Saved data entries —
=======

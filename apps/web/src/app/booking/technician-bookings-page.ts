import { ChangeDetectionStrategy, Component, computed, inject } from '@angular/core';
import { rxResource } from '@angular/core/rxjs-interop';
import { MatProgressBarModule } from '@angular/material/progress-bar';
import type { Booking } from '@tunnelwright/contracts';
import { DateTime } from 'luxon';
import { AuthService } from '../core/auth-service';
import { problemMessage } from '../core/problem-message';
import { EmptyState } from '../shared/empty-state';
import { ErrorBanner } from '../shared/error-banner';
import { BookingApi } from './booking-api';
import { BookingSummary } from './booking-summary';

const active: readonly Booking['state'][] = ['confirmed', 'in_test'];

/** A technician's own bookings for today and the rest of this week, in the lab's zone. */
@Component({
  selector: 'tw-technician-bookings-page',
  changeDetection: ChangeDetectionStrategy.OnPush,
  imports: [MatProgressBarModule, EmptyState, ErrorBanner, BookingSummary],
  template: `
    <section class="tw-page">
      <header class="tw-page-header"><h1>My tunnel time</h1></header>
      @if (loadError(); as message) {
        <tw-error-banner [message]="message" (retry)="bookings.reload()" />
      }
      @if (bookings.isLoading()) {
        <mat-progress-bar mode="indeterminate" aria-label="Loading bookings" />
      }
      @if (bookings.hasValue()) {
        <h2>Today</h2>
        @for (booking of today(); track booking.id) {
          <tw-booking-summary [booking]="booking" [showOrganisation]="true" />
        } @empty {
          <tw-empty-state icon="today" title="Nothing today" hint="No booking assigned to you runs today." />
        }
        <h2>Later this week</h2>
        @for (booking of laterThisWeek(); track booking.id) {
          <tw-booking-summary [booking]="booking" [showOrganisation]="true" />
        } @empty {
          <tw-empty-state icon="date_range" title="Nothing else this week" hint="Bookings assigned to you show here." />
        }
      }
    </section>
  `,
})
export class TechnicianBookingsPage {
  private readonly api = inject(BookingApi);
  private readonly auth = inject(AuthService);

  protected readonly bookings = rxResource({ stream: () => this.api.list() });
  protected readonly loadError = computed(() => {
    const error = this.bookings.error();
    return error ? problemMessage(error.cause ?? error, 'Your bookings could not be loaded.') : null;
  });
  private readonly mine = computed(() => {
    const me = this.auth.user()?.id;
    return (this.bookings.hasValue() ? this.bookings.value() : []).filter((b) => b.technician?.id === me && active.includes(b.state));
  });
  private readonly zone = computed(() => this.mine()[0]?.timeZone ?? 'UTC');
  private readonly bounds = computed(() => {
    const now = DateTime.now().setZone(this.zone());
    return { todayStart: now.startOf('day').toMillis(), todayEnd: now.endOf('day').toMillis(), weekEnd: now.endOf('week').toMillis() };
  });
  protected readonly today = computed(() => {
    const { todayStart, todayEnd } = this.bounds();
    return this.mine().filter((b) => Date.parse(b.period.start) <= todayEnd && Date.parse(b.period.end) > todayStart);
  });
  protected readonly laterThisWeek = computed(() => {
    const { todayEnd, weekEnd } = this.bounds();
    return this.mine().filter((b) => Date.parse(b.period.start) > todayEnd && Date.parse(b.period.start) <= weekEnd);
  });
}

=======

What is needed — From the entries above, copy each line that holds "class".

Solution —
    <section class="tw-page">
      <header class="tw-page-header"><h1>My tunnel time</h1></header>
export class TechnicianBookingsPage {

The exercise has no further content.